Becoming the first Canadian university to embrace Bitcoin, Simon Fraser University or SFU has announced that it will now take donations in digital currency as a part of its aim to promote the new technologies. Founded in 1965, the British Columbia-based university has enrolled more than 35,000 students and counted as one of the top universities in the world.
Showing his happiness about the decision Simon Fraser Bitcoin Club president Mike Yeung said that SFU is looking to be really innovative and really edgy, and Bitcoin is one of those things that is perfect for that. Mike Yeung together with SFU alumnus Scott Nelson provided the first Bitcoin donation to the school.

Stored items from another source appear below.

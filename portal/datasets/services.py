"""The one path every upload takes, whether it comes from the web, the API or a command."""

import hashlib
import os
import tempfile
from pathlib import Path

from django.conf import settings
from django.db import transaction
from django.utils import timezone

from portal.accounts.permissions import Action, require
from portal.audit.events import record
from portal.datasets import blobs
from portal.datasets.models import Upload, UploadMode, UploadState
from portal.jobs.services import enqueue
from workers.archive import pack_folder


class UploadError(ValueError):
    """An upload refused before it was stored; the message says what to do."""


class _HashingWriter:
    def __init__(self, sink):
        self.sink = sink
        self.digest = hashlib.sha256()
        self.size = 0

    def write(self, data):
        self.digest.update(data)
        self.size += len(data)
        return self.sink.write(data)


def _staged_archive(source):
    """Stream ``source`` (a folder, or a .zip/.tar(.gz) file) into staging; returns its path."""
    source = Path(source)
    staging = Path(settings.STAGING_ROOT)
    staging.mkdir(parents=True, exist_ok=True)
    fd, tmp = tempfile.mkstemp(dir=staging, prefix="upload-", suffix=".tar")
    try:
        with os.fdopen(fd, "wb") as sink:
            if source.is_dir():
                if not (source / "dataset_description.json").exists():
                    raise UploadError(
                        f"{source}: no dataset_description.json at the top; give the folder "
                        "that is the root of the BIDS dataset"
                    )
                pack_folder(source, sink)
            elif source.is_file():
                with open(source, "rb") as stream:
                    blobs.hash_stream(stream, sink)
            else:
                raise UploadError(f"{source}: no such file or folder")
    except BaseException:
        os.unlink(tmp)
        raise
    return Path(tmp)


def submit_upload(source, *, site, study, user, mode=UploadMode.SNAPSHOT, via="command",
                  token=None):
    """Stage ``source``, keep it as a blob, and queue its validation. Returns the Upload."""
    require(user, Action.UPLOAD, site=site, study=study)
    if not site.studies.filter(pk=study.pk).exists():
        raise UploadError(f"site {site.slug} does not take part in study {study.slug}")
    staged = _staged_archive(source)
    try:
        sha256, size = blobs.put_file(staged)
    finally:
        staged.unlink(missing_ok=True)
    with transaction.atomic():
        upload = Upload.objects.create(
            site=site, study=study, mode=mode, state=UploadState.QUEUED, source=via,
            label=Path(source).name, archive_sha256=sha256, archive_bytes=size, created_by=user,
        )
        record(
            "upload.received", actor=user, token=token, site=site, study=study, target=upload,
            summary=f"{Path(source).name} ({size} bytes) received via {via}",
            params={"mode": mode, "via": via},
            inputs=[{"name": Path(source).name, "sha256": sha256, "bytes": size}],
        )
        enqueue("upload.validate", target=upload, site=site, study=study, created_by=user)
    return upload


def mark_validating(upload):
    Upload.objects.filter(pk=upload.pk, state=UploadState.QUEUED).update(
        state=UploadState.VALIDATING
    )


def finish_upload(upload, *, errors, warnings, now=None):
    upload.errors = errors
    upload.warnings = warnings
    upload.finished_at = now or timezone.now()
    upload.state = UploadState.REJECTED if errors else UploadState.ACCEPTED
    upload.save(update_fields=["errors", "warnings", "finished_at", "state"])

According to the duo Bitcoin is a way for the university to bolster its perception as a forward-thinking institution. So far, Simon Fraser University has received a $6,000 donation in Bitcoin which is first in its sort as it makes it the first Canadian post-secondary school to accept donations in the digital currency.

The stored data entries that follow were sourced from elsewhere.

"""Streaming a whole dataset version as a zip, without building it in memory or on disk."""

import zipfile

from portal.datasets import blobs

ZIP64_FROM_BYTES = 2**31


class _Pipe:
    """A write-only sink whose contents the generator hands out piece by piece."""

    def __init__(self):
        self.parts = []
        self.position = 0

    def write(self, data):
        self.parts.append(bytes(data))
        self.position += len(data)
        return len(data)

    def tell(self):
        return self.position

    def flush(self):
        return None

    def take(self):
        data = b"".join(self.parts)
        self.parts = []
        return data


def stream_version_zip(files, *, folder):
    """Yield the bytes of a zip of ``files`` ((path, sha256, bytes) rows) under ``folder``/."""
    pipe = _Pipe()
    with zipfile.ZipFile(pipe, mode="w", compression=zipfile.ZIP_STORED) as archive:
        for path, sha256, size in files:
            info = zipfile.ZipInfo(f"{folder}/{path}", date_time=(1980, 1, 1, 0, 0, 0))
            info.file_size = size
            with blobs.open_blob(sha256) as source, archive.open(
                    info, "w", force_zip64=size >= ZIP64_FROM_BYTES) as target:
                while chunk := source.read(blobs.CHUNK_BYTES):
                    target.write(chunk)
                    yield pipe.take()
            yield pipe.take()
    yield pipe.take()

SFU alumnus Scott Nelson and Simon Fraser say that they are embracing Bitcoin because it is innovative, open source, entrepreneurial and fits well with SFU’s mission to engage the world. There are several benefits accepting Bitcoin and according to Yeung the digital currency can be molded in ways that can benefit people in every part of the globe and every segment of society in many ways.

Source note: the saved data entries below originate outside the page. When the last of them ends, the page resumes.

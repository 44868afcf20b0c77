from django.contrib import admin

from portal.datasets.models import DatasetVersion, Participant, Recording, Upload


@admin.register(Upload)
class UploadAdmin(admin.ModelAdmin):
    list_display = ("id", "site", "study", "state", "source", "label", "created_at")
    list_filter = ("state", "site")


@admin.register(DatasetVersion)
class DatasetVersionAdmin(admin.ModelAdmin):
    list_display = ("id", "site", "study", "number", "created_at")
    readonly_fields = ("site", "study", "number", "upload", "manifest", "manifest_sha256")


admin.site.register(Participant)
admin.site.register(Recording)
admin.site.site_header = "Cairn operator pages"
admin.site.site_title = "Cairn operator pages"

Donated Bitcoin to Be Used for Humanitarian Co-Op Project
The announcement says that SFU students Laurie Macpherson and Lauren Shandley will use the donation for their humanitarian co-op project. The duo is going to Kolkata, India, where they will spend the fall term working for Destiny Reflection, a social enterprise that empowers victims of human trafficking.
Yeung informed the media that each SFU student gave one Bitcoin and if the current exchange rate is taken into consideration each student contributed nearly $550. According to him SFU students Laurie Macpherson and Lauren Shandley will look for somewhere to spend (the Bitcoin) in India.
According to Yeung the duo from SFU will see if they can use this as a talking point to different NGOs they will be talking with. He informed that the two students wanted the women to have some of the money kept as Bitcoin so they could document where they were able to use it in India.